Exercise requirements
Each line in the records below, from the one that contains "for _, f := range []struct" to the one that contains "result.WriteMergedCIF(w, &study.Series, merged, set)", should be reproduced exactly, the first and last included.

Task data
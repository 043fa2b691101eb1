package main

import (
	"bytes"
	"context"
	"fmt"
	"io"
	"math"
	"path/filepath"
	"text/tabwriter"

	"github.com/spf13/cobra"

	"thinward/analysis"
	"thinward/io/manifest"
	"thinward/io/result"
)

func (a *app) tables() *cobra.Command {
	var out, prefix string
	var most int
	c := &cobra.Command{
		Use:   "tables SERIES.toml",
		Short: "Scaled and merged intensities and pairs as CSV and CIF, and the most changed reflections",
		Long: `Writes scaled.csv and scaled.cif (every observation with its scale), merged.csv and
merged.cif (one intensity a reflection and position), pairs.csv and pairs.cif
(every pair of every contrast), and changed.csv (the reflections of largest |z|
beside what noise alone would give). CIF items that no public dictionary has are
written under the reserved prefix [local], or under one that you registered.`,
		Example: `  thinward tables fixtures/tarn/series.toml --out tables
  thinward tables series.toml --most 200 --prefix mylab`,
		Args: cobra.ExactArgs(1),
		RunE: func(c *cobra.Command, args []string) error {
			if most < 1 {
				return usageError{fmt.Errorf("--most %d: give a number of reflections", most)}
			}
			return a.writeTables(c.Context(), args[0], out, most, &result.CIFSettings{Prefix: prefix})
		},
	}
	c.Flags().StringVarP(&out, "out", "o", "tables", "folder for the tables; it is made if need be")
	c.Flags().IntVar(&most, "most", 50, "how many of the most changed reflections, for each contrast")
	c.Flags().StringVar(&prefix, "prefix", result.LocalPrefix, "first word of CIF items that no public dictionary has")
	return c
}

func (a *app) writeTables(ctx context.Context, series, out string, most int, set *result.CIFSettings) error {
	study, err := manifest.Load(series)
	if err != nil {
		return err
	}
	folder, err := openFolder(out)
	if err != nil {
		return err
	}
	defer folder.close()
	scaled, err := study.ScaledTables(ctx)
	if err != nil {
		return err
	}
	merged, err := study.MergedTables(ctx)
	if err != nil {
		return err
	}
	for _, contrast := range study.Contrasts() {
		if _, err := study.Compare(ctx, contrast); err != nil {
			return fmt.Errorf("%s: %w", study.Name(contrast), err)
		}
	}
	changed, err := study.MostChanged(ctx, most)
	if err != nil {
		return err
	}
	pairs := study.PairRows()
	for _, f := range []struct {
		name  string
		write func(io.Writer) error
	}{
		{"scaled.csv", func(w io.Writer) error { return result.WriteScaled(w, scaled) }},
		{"scaled.cif", func(w io.Writer) error { return result.WriteScaledCIF(w, &study.Series, scaled, set) }},
		{"merged.csv", func(w io.Writer) error { return result.WriteMerged(w, merged) }},
		{"merged.cif", func(w io.Writer) error { return result.WriteMergedCIF(w, &study.Series, merged, set) }},
		{"pairs.csv", func(w io.Writer) error { return result.WritePairs(w, pairs) }},
		{"pairs.cif", func(w io.Writer) error { return result.WritePairsCIF(w, &study.Series, pairs, set) }},
		{"changed.csv", func(w io.Writer) error { return result.WriteChanged(w, changed) }},
	} {
		var b bytes.Buffer
		if err := f.write(&b); err != nil {
			return fmt.Errorf("%s: %w", f.name, err)
		}
		if err := folder.write(f.name, b.Bytes()); err != nil {
			return err
		}
	}
	if err := folder.commit(false); err != nil {
		return err
	}
	if err := printChanged(a.out, changed); err != nil {
		return err
	}
	n := 0
	for i := range scaled {
		n += len(scaled[i].Rows)
	}
	fmt.Fprintf(a.out, "Wrote %s and %s of %s to %s\n", plural(n, "scaled observation"), plural(len(pairs), "pair"), plural(len(scaled), "position"), filepath.Join(out, "*.csv and *.cif"))
	return nil
}

// printChanged shows the first few of each contrast.
func printChanged(w io.Writer, list []analysis.ChangedRow) error {
	const shown = 3
	t := tabwriter.NewWriter(w, 0, 0, 2, ' ', tabwriter.AlignRight)
	fmt.Fprintln(t, "most changed\th k l\td (A)\tstrength\tthin - thick, local means\tz\t|z| by noise\tof pairs\t")
	for i := range list {
		r := &list[i]
		if r.Rank > shown {
			continue
		}
		fmt.Fprintf(t, "%s: %s - %s\t%d %d %d\t%.2f\t%s\t%s\t%s\t%.1f\t%d\t\n", r.Crystal, r.Thin, r.Thick, r.HKL.H, r.HKL.K, r.HKL.L, r.D,
			dash(r.Strength, 2), dash(r.Eps, 3), dash(r.Z, 1), math.Abs(r.ByNoise), r.Of)
	}
	return t.Flush()
}
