package main

import (
	"errors"
	"fmt"
	"io"
	"math"
	"slices"
	"strings"
	"text/tabwriter"

	"github.com/spf13/cobra"

	"thinward/analysis"
	"thinward/analysis/pool"
	"thinward/io/result"
)

// gathered is what gather --json prints.
type gathered struct {
	Reports   []gatheredReport  `json:"reports"`
	Crystals  []gatheredCrystal `json:"crystals"`
	M         *gatheredMean     `json:"m"`
	Slopes    []gatheredSlope   `json:"slopes"`
	Slope     *gatheredMean     `json:"slope_per_100nm"`
	SameSign  int               `json:"same_sign"`
	SignP     float64           `json:"sign_p"`
	SmallestP float64           `json:"smallest_sign_p"`
	Cautions  []string          `json:"cautions"`
}

type gatheredReport struct {
	Folder string   `json:"folder"`
	Series string   `json:"series"`
	Fails  []string `json:"ledger_fails,omitempty"` // checks that the ledger of the report says fail
}

type gatheredCrystal struct {
	Report      string     `json:"report"`
	Crystal     string     `json:"crystal"`
	Contrast    string     `json:"contrast"`
	ThicknessNM [2]float64 `json:"thickness_nm"`
	Axis        string     `json:"strength_axis"`
	Model       string     `json:"model"`
	M           float64    `json:"m"`
	SE          float64    `json:"se"`
	Lo          float64    `json:"lo"`
	Hi          float64    `json:"hi"`
	F           float64    `json:"f"`
	Weight      float64    `json:"weight"`
	Why         string     `json:"why,omitempty"`
}

type gatheredSlope struct {
	Report  string  `json:"report"`
	Crystal string  `json:"crystal"`
	Slope   float64 `json:"slope_per_100nm"`
	SE      float64 `json:"se"`
}

type gatheredMean struct {
	N         int               `json:"n"`
	InThese   analysis.Interval `json:"in_these_crystals"`
	LikeThese analysis.Interval `json:"in_crystals_like_these"`
	Q         float64           `json:"q"`
	QP        float64           `json:"q_p"`
	Tau2      float64           `json:"tau2"`
	TauLo     float64           `json:"tau_lo"` // the spread that the crystals allow, by the Q-profile
	TauHi     float64           `json:"tau_hi"`
	I2        float64           `json:"i2"`
	Why       string            `json:"why,omitempty"`
}

func (a *app) gather() *cobra.Command {
	c := &cobra.Command{
		Use:   "gather DIR...",
		Short: "Pool several reports, of several series or laboratories; their raw data are not needed",
		Long: `Reads result.json of each report (a folder, or the file itself), takes the exchange m
of the primary contrast of every crystal, and answers twice: in these crystals
(fixed effect) and in crystals like these (Hartung and Knapp). Two reports that
share an input file are refused: no crystal may count twice.`,
		Example: `  thinward gather monday friday
  thinward gather lab1/result.json lab2/result.json --json`,
		Args: cobra.MinimumNArgs(1),
		RunE: func(_ *cobra.Command, args []string) error {
			g, err := gatherReports(args)
			if err != nil {
				return err
			}
			if a.json {
				return result.EncodeAny(a.out, *g)
			}
			return g.print(a.out)
		},
	}
	c.Flags().BoolVar(&a.json, "json", false, "print JSON")
	return c
}

func gatherReports(paths []string) (*gathered, error) {
	g := &gathered{}
	owner := map[string]int{}
	for n, path := range paths {
		r, err := openReport(path)
		if err != nil {
			return nil, err
		}
		for _, in := range r.result.Inputs {
			if in.SHA256 == "" {
				continue
			}
			if other, ok := owner[in.SHA256]; ok && other != n {
				return nil, fmt.Errorf("%s and %s are made from the same file (%s/%s, %s): a crystal may count only once; leave one of the reports out", paths[other], path, in.Crystal, in.Position, in.Path)
			}
			owner[in.SHA256] = n
		}
		g.add(path, r.result)
	}
	return g, g.pool()
}

func (g *gathered) add(path string, r *analysis.Result) {
	report := gatheredReport{Folder: path, Series: r.Series}
	for _, e := range r.Ledger {
		if e.Verdict == analysis.VerdictFails && !slices.Contains(report.Fails, e.Check) {
			report.Fails = append(report.Fails, e.Check)
		}
	}
	g.Reports = append(g.Reports, report)
	for i := range r.Contrasts {
		c := &r.Contrasts[i]
		if !c.Primary || c.ThickCrystal != "" {
			continue
		}
		k := gatheredCrystal{
			Report: path, Crystal: c.Crystal, Contrast: c.Thin + " - " + c.Thick, ThicknessNM: c.ThicknessNM, Axis: c.StrengthAxis, Model: c.Exchange.Model,
			M: c.Exchange.M, SE: c.Exchange.SE, Lo: c.Exchange.Lo, Hi: c.Exchange.Hi, F: c.Exchange.F, Why: c.Exchange.Why,
		}
		if math.IsNaN(k.M) || !(k.SE > 0) || math.IsInf(k.SE, 0) {
			if k.Why == "" {
				k.Why = "m has no standard error"
			}
			k.SE = math.NaN()
		}
		g.Crystals = append(g.Crystals, k)
	}
	if r.Thickness == nil {
		return
	}
	for _, l := range r.Thickness.Lines {
		// The interval of a line is that of a normal at 95 %.
		se := (l.Slope.Hi - l.Slope.Lo) / (2 * 1.959963984540054)
		if l.Why == "" && se > 0 && !math.IsInf(se, 0) && !math.IsNaN(l.Slope.Value) {
			g.Slopes = append(g.Slopes, gatheredSlope{Report: path, Crystal: l.Crystal, Slope: l.Slope.Value, SE: se})
		}
	}
}

func (g *gathered) pool() error {
	var m, se []float64
	total := 0.0
	for _, k := range g.Crystals {
		if !math.IsNaN(k.SE) {
			m, se = append(m, k.M), append(se, k.SE)
			total += 1 / (k.SE * k.SE)
		}
	}
	if len(m) == 0 {
		return errors.New("m is estimable in no crystal of these reports: there is nothing to pool")
	}
	for i := range g.Crystals {
		k := &g.Crystals[i]
		if k.Weight = 0; !math.IsNaN(k.SE) {
			k.Weight = 1 / (k.SE * k.SE) / total
		}
	}
	var err error
	if g.M, err = meanOf(m, se); err != nil {
		return err
	}
	g.SameSign, g.SignP, g.SmallestP = pool.Signs(m)
	if len(g.Slopes) > 0 {
		var slope, slopeSE []float64
		for _, s := range g.Slopes {
			slope, slopeSE = append(slope, s.Slope), append(slopeSE, s.SE)
		}
		if g.Slope, err = meanOf(slope, slopeSE); err != nil {
			return err
		}
	}
	g.caution()
	return nil
}

func meanOf(y, se []float64) (*gatheredMean, error) {
	e, err := pool.Join(y, se, 0)
	if err != nil {
		return nil, err
	}
	r := &gatheredMean{
		N: e.K, Q: e.Q, QP: e.QP, Tau2: math.NaN(), I2: math.NaN(),
		InThese:   analysis.Interval{Value: e.Fixed, Lo: e.FixedLo, Hi: e.FixedHi},
		LikeThese: analysis.Interval{Value: e.Random, Lo: e.LikeLo, Hi: e.LikeHi},
	}
	if r.TauLo, r.TauHi, err = pool.TauInterval(y, se, 0); err != nil {
		return nil, err
	}
	if e.Estimable {
		r.Tau2, r.I2 = e.Tau2, e.I2
	} else {
		r.Why = fmt.Sprintf("tau^2 and I^2 are not estimable from %s (five are needed)", plural(e.K, "crystal"))
	}
	if e.K == 1 {
		r.LikeThese.Why = "one crystal says nothing of others"
	}
	return r, nil
}

// weakF is the first-stage F below which the standard error of m is too short (the report
// then prints an Anderson-Rubin interval).
const weakF = 50

func (g *gathered) caution() {
	for _, r := range g.Reports {
		if len(r.Fails) > 0 {
			g.Cautions = append(g.Cautions, fmt.Sprintf("%s: its ledger says that %s fails: read there before you count on its m.", r.Folder, strings.Join(r.Fails, ", ")))
		}
	}
	axes, models := map[string]bool{}, map[string]bool{}
	owner := map[string]string{}
	lo, hi := math.Inf(1), 0.0
	for _, k := range g.Crystals {
		if math.IsNaN(k.SE) {
			g.Cautions = append(g.Cautions, fmt.Sprintf("%s, %s: left out: %s.", k.Report, k.Crystal, k.Why))
			continue
		}
		if other, ok := owner[k.Crystal]; ok && other != k.Report {
			g.Cautions = append(g.Cautions, fmt.Sprintf("%s and %s both hold a crystal %s, from different files: one and the same crystal must not count twice.", other, k.Report, k.Crystal))
		}
		owner[k.Crystal] = k.Report
		if k.F > 0 && k.F < weakF {
			g.Cautions = append(g.Cautions, fmt.Sprintf("%s, %s: its strength axis is weak (F = %.0f), so that its error is too short and its weight too large.", k.Report, k.Crystal, k.F))
		}
		axes[k.Axis], models[k.Model] = true, true
		lo, hi = math.Min(lo, k.ThicknessNM[1]-k.ThicknessNM[0]), math.Max(hi, k.ThicknessNM[1]-k.ThicknessNM[0])
	}
	if hi > 1.5*lo {
		g.Cautions = append(g.Cautions, fmt.Sprintf("The contrasts span from %.0f to %.0f nm of thickness: their m are not the same quantity; compare the growth per 100 nm.", lo, hi))
	}
	if len(axes) > 1 {
		g.Cautions = append(g.Cautions, "The reports use different strength axes.")
	}
	if len(models) > 1 {
		g.Cautions = append(g.Cautions, "The reports lead with different models of the sizes.")
	}
	if g.M.Why != "" {
		g.Cautions = append(g.Cautions, g.M.Why+".")
	}
}

func (g *gathered) print(w io.Writer) error {
	t := tabwriter.NewWriter(w, 0, 0, 2, ' ', 0)
	fmt.Fprintln(t, "report\tcrystal\tcontrast\tthickness (nm)\tm\tinterval\tweight\t")
	forest := g.scale()
	for i := range g.Crystals {
		k := &g.Crystals[i]
		fmt.Fprintf(t, "%s\t%s\t%s\t%.0f to %.0f\t%s\t%s to %s\t%.0f %%\t%s\n", k.Report, k.Crystal, k.Contrast, k.ThicknessNM[0], k.ThicknessNM[1],
			dash(k.M, 4), endText(k.Lo), endText(k.Hi), 100*k.Weight, forest(k.M, k.Lo, k.Hi))
	}
	for _, s := range []struct {
		name string
		v    analysis.Interval
	}{{"in these crystals", g.M.InThese}, {"in crystals like these", g.M.LikeThese}} {
		fmt.Fprintf(t, "%s\t\t\t\t%s\t%s to %s\t\t%s\n", s.name, dash(s.v.Value, 4), endText(s.v.Lo), endText(s.v.Hi), forest(s.v.Value, s.v.Lo, s.v.Hi))
	}
	if err := t.Flush(); err != nil {
		return err
	}
	var b strings.Builder
	fmt.Fprintf(&b, "\nHeterogeneity Q = %.1f on %d degrees of freedom, p = %s", g.M.Q, g.M.N-1, dash(g.M.QP, 3))
	if g.M.Why == "" {
		fmt.Fprintf(&b, "; tau = %.4f, I^2 = %.0f %%", math.Sqrt(g.M.Tau2), 100*g.M.I2)
	}
	if g.M.N > 1 {
		fmt.Fprintf(&b, ". The spread between crystals lies from %.4f to %.4f (Q-profile)", g.M.TauLo, g.M.TauHi)
	}
	fmt.Fprintf(&b, ".\n%d of %d crystals have the same sign (p = %.3g; the smallest that so many can reach is %.3g).\n", g.SameSign, g.M.N, g.SignP, g.SmallestP)
	if g.Slope != nil {
		fmt.Fprintf(&b, "Growth of mu = -ln(1-m) per 100 nm in %s: %s in these, %s to %s in crystals like these.\n", plural(g.Slope.N, "crystal"),
			intervalText(g.Slope.InThese), endText(g.Slope.LikeThese.Lo), endText(g.Slope.LikeThese.Hi))
	}
	for _, c := range g.Cautions {
		b.WriteString("Caution: " + c + "\n")
	}
	fmt.Fprintf(&b, "In these %s m = %s.\n", plural(g.M.N, "crystal"), intervalText(g.M.InThese))
	_, err := io.WriteString(w, b.String())
	return err
}

// scale gives the drawing of an interval on the axis that all share, zero marked.
func (g *gathered) scale() func(v, lo, hi float64) string {
	const width = 41
	left, right := 0.0, 0.0
	for _, k := range g.Crystals {
		if !math.IsNaN(k.SE) {
			left, right = math.Min(left, k.M-2*k.SE), math.Max(right, k.M+2*k.SE)
		}
	}
	at := func(v float64) int {
		f := (v - left) / (right - left) * (width - 1)
		return int(math.Round(math.Max(0, math.Min(width-1, f))))
	}
	return func(v, lo, hi float64) string {
		if math.IsNaN(v) {
			return ""
		}
		line := []byte(strings.Repeat(" ", width))
		for i := at(lo); i <= at(hi); i++ {
			line[i] = '-'
		}
		line[at(0)] = '|'
		line[at(v)] = 'o'
		return strings.TrimRight(string(line), " ")
	}
}
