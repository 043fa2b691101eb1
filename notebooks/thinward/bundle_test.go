package main

import (
	"archive/zip"
	"bytes"
	"fmt"
	"io/fs"
	"os"
	"path/filepath"
	"sort"
	"strings"
	"testing"

	"github.com/google/go-cmp/cmp"

	"thinward/io/manifest"
)

// entry is one file of a zip made by hand.
type entry struct {
	name, text string
	mode       fs.FileMode
}

const goodManifest = "title = \"Tarn\"\n[[crystal]]\nname = \"L1\"\n[[crystal.position]]\nname = \"thin\"\nthickness_nm = 140.0\nfiles = [\"a.cif\"]\nblock = \"#1\"\n[[crystal.position]]\nname = \"thick\"\nthickness_nm = 310.0\nfiles = [\"a.cif\"]\nblock = \"#2\"\n"

// zipOf makes a zip with checksums of the entries, more behind them.
func zipOf(t *testing.T, summed []entry, more ...entry) string {
	t.Helper()
	var sums strings.Builder
	for _, e := range summed {
		fmt.Fprintf(&sums, "%s  %s\n", sumOf([]byte(e.text)), e.name)
	}
	var b bytes.Buffer
	z := zip.NewWriter(&b)
	for _, e := range append(append([]entry{{name: bundleSums, text: sums.String()}}, summed...), more...) {
		h := &zip.FileHeader{Name: e.name, Method: zip.Deflate}
		if e.mode != 0 {
			h.SetMode(e.mode)
		}
		w, err := z.CreateHeader(h)
		if err != nil {
			t.Fatal(err)
		}
		if _, err := w.Write([]byte(e.text)); err != nil {
			t.Fatal(err)
		}
	}
	if err := z.Close(); err != nil {
		t.Fatal(err)
	}
	path := filepath.Join(t.TempDir(), "b.zip")
	if err := os.WriteFile(path, b.Bytes(), 0o644); err != nil {
		t.Fatal(err)
	}
	return path
}

func TestUnpackRefuses(t *testing.T) {
	good := []entry{{name: "inputs/series.toml", text: goodManifest}, {name: "inputs/a.cif", text: "data_a\n"}}
	for _, c := range []struct {
		name, zip, want string
	}{
		{"above", zipOf(t, good, entry{name: "../evil", text: "x"}), `"../evil" would leave the folder`},
		{"above within", zipOf(t, good, entry{name: "inputs/../../evil", text: "x"}), "would leave the folder"},
		{"not clean", zipOf(t, good, entry{name: "inputs/./a", text: "x"}), "would leave the folder"},
		{"absolute", zipOf(t, good, entry{name: "/tmp/evil", text: "x"}), "would leave the folder"},
		{"backslash", zipOf(t, good, entry{name: `..\evil`, text: "x"}), "would leave the folder"},
		{"drive", zipOf(t, good, entry{name: "C:evil", text: "x"}), "would leave the folder"},
		{"link", zipOf(t, good, entry{name: "link", text: "/etc", mode: fs.ModeSymlink | 0o777}), "is no plain file"},
		{"folder above", zipOf(t, good, entry{name: "../folder/", mode: fs.ModeDir | 0o777}), "would leave the folder"},
		{"twice", zipOf(t, good, entry{name: "inputs/A.cif", text: "x"}), "stands twice"},
		{"file as folder", zipOf(t, good, entry{name: "inputs/a.cif/b", text: "x"}), "inputs/a.cif/b"},
		{"no checksum", zipOf(t, good, entry{name: "inputs/b.cif", text: "x"}), "inputs/b.cif has no checksum"},
		{"many", zipOf(t, good, entry{name: "b", text: "x"}, entry{name: "c", text: "x"}), "it holds 5 files, more than 4"},
		{"large", zipOf(t, append(good, entry{name: "zeros", text: strings.Repeat("0", 5000)})), "it holds more than 4000 bytes"},
		{"manifest reads elsewhere", zipOf(t, []entry{{name: "inputs/series.toml", text: strings.Replace(goodManifest, "a.cif", "/etc/passwd", 1)}}), "names /etc/passwd, which lies outside"},
		{"no manifest", zipOf(t, good[1:]), "series.toml"},
	} {
		outer := t.TempDir()
		dir := filepath.Join(outer, "in")
		if err := os.Mkdir(dir, 0o777); err != nil {
			t.Fatal(err)
		}
		err := unpackWithin(c.zip, dir, 4, 4000)
		if err == nil || !strings.Contains(err.Error(), c.want) {
			t.Errorf("%s: %v, want %q", c.name, err, c.want)
		}
		if entries, _ := os.ReadDir(outer); len(entries) != 1 {
			t.Errorf("%s: something was written outside", c.name)
		}
		if info, err := os.Stat(filepath.Join(dir, "zeros")); err == nil && info.Size() > 4001 {
			t.Errorf("%s: %d bytes were written, more than the limit", c.name, info.Size())
		}
	}
	if err := unpackWithin(zipOf(t, good, entry{name: "inputs/", mode: fs.ModeDir | 0o777}), t.TempDir(), 4, 4000); err != nil {
		t.Errorf("a sound bundle: %v", err)
	}
}

func TestUnpackSeesDamage(t *testing.T) {
	files := map[string][]byte{"inputs/series.toml": []byte(goodManifest), "inputs/a.cif": []byte("data_a\n")}
	data, err := writeBundle(files)
	if err != nil {
		t.Fatal(err)
	}
	path := filepath.Join(t.TempDir(), "b.zip")
	if err := os.WriteFile(path, data, 0o644); err != nil {
		t.Fatal(err)
	}
	if err := unpackBundle(path, t.TempDir()); err != nil {
		t.Fatalf("untouched: %v", err)
	}
	bad := zipOf(t, []entry{{name: "inputs/series.toml", text: goodManifest}})
	z, err := zip.OpenReader(bad)
	if err != nil {
		t.Fatal(err)
	}
	defer z.Close()
	// The same zip with one letter of the manifest changed and its own checksum
	// within the zip renewed: only SHA256SUMS can tell.
	var b bytes.Buffer
	w := zip.NewWriter(&b)
	for _, f := range z.File {
		r, err := f.Open()
		if err != nil {
			t.Fatal(err)
		}
		var text bytes.Buffer
		if _, err := text.ReadFrom(r); err != nil {
			t.Fatal(err)
		}
		out, err := w.Create(f.Name)
		if err != nil {
			t.Fatal(err)
		}
		if _, err := out.Write(bytes.Replace(text.Bytes(), []byte("140.0"), []byte("150.0"), 1)); err != nil {
			t.Fatal(err)
		}
	}
	if err := w.Close(); err != nil {
		t.Fatal(err)
	}
	if err := os.WriteFile(path, b.Bytes(), 0o644); err != nil {
		t.Fatal(err)
	}
	if err := unpackBundle(path, t.TempDir()); err == nil || !strings.Contains(err.Error(), "inputs/series.toml is damaged") {
		t.Errorf("changed: %v", err)
	}
	if err := os.WriteFile(path, []byte("no zip"), 0o644); err != nil {
		t.Fatal(err)
	}
	if err := unpackBundle(path, t.TempDir()); err == nil || !strings.Contains(err.Error(), "no bundle") {
		t.Errorf("no zip: %v", err)
	}
}

func TestBundleBytes(t *testing.T) {
	files := map[string][]byte{"b/x.txt": []byte(strings.Repeat("thin and thick\n", 50)), "a.gz": []byte("stored"), "c": nil}
	first, err := writeBundle(files)
	if err != nil {
		t.Fatal(err)
	}
	for range 5 {
		if again, err := writeBundle(files); err != nil || !bytes.Equal(first, again) {
			t.Fatalf("other bytes, %v", err)
		}
	}
	z, err := zip.NewReader(bytes.NewReader(first), int64(len(first)))
	if err != nil {
		t.Fatal(err)
	}
	var names []string
	for _, f := range z.File {
		names = append(names, f.Name)
		if y := f.Modified.UTC().Year(); y != 1980 {
			t.Errorf("%s has the year %d", f.Name, y)
		}
	}
	if names[0] != bundleSums || !sort.StringsAreSorted(names[1:]) {
		t.Errorf("order %v", names)
	}
}

func TestBundlePlaces(t *testing.T) {
	places, moved := bundlePlaces([]string{"a.cif", "sub/b.cif", "a.cif"})
	if diff := cmp.Diff(map[string]string{"a.cif": "a.cif", "sub/b.cif": "sub/b.cif"}, places); diff != "" || moved {
		t.Errorf("moved %v %s", moved, diff)
	}
	places, moved = bundlePlaces([]string{"/data/a.cif", "A.cif", "a.cif", "/other/a.cif", "series.toml", "L1:thin.cif"})
	want := map[string]string{"/data/a.cif": "elsewhere/1/a.cif", "A.cif": "A.cif", "a.cif": "elsewhere/2/a.cif", "/other/a.cif": "elsewhere/3/a.cif",
		"series.toml": "elsewhere/1/series.toml", "L1:thin.cif": "elsewhere/1/L1_thin.cif"}
	if diff := cmp.Diff(want, places); diff != "" || !moved {
		t.Errorf("moved %v (-want +got):\n%s", moved, diff)
	}
	for _, p := range places {
		if !safeName(p) {
			t.Errorf("%q cannot be unpacked", p)
		}
	}
}

func TestRewriteManifest(t *testing.T) {
	f, err := manifest.Parse("m.toml", []byte(strings.ReplaceAll(goodManifest, "a.cif", "/data/a.cif")))
	if err != nil {
		t.Fatal(err)
	}
	places, _ := bundlePlaces(inputFiles(f))
	text, err := rewriteManifest(f, places)
	if err != nil {
		t.Fatal(err)
	}
	got, err := manifest.Parse("m.toml", text)
	if err != nil {
		t.Fatalf("%v in\n%s", err, text)
	}
	if diff := cmp.Diff([]string{"elsewhere/1/a.cif", "elsewhere/1/a.cif"}, inputFiles(got)); diff != "" || got.Crystal[0].Position[0].ThicknessNM != 140 || got.Title != "Tarn" {
		t.Errorf("%s %+v", diff, got)
	}
}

Your solution
	for _, f := range []struct {
		name  string
		write func(io.Writer) error
	}{
		{"scaled.csv", func(w io.Writer) error { return result.WriteScaled(w, scaled) }},
		{"scaled.cif", func(w io.Writer) error { return result.WriteScaledCIF(w, &study.Series, scaled, set) }},
		{"merged.csv", func(w io.Writer) error { return result.WriteMerged(w, merged) }},
		{"merged.cif", func(w io.Writer) error { return result.WriteMergedCIF(w, &study.Series, merged, set) }},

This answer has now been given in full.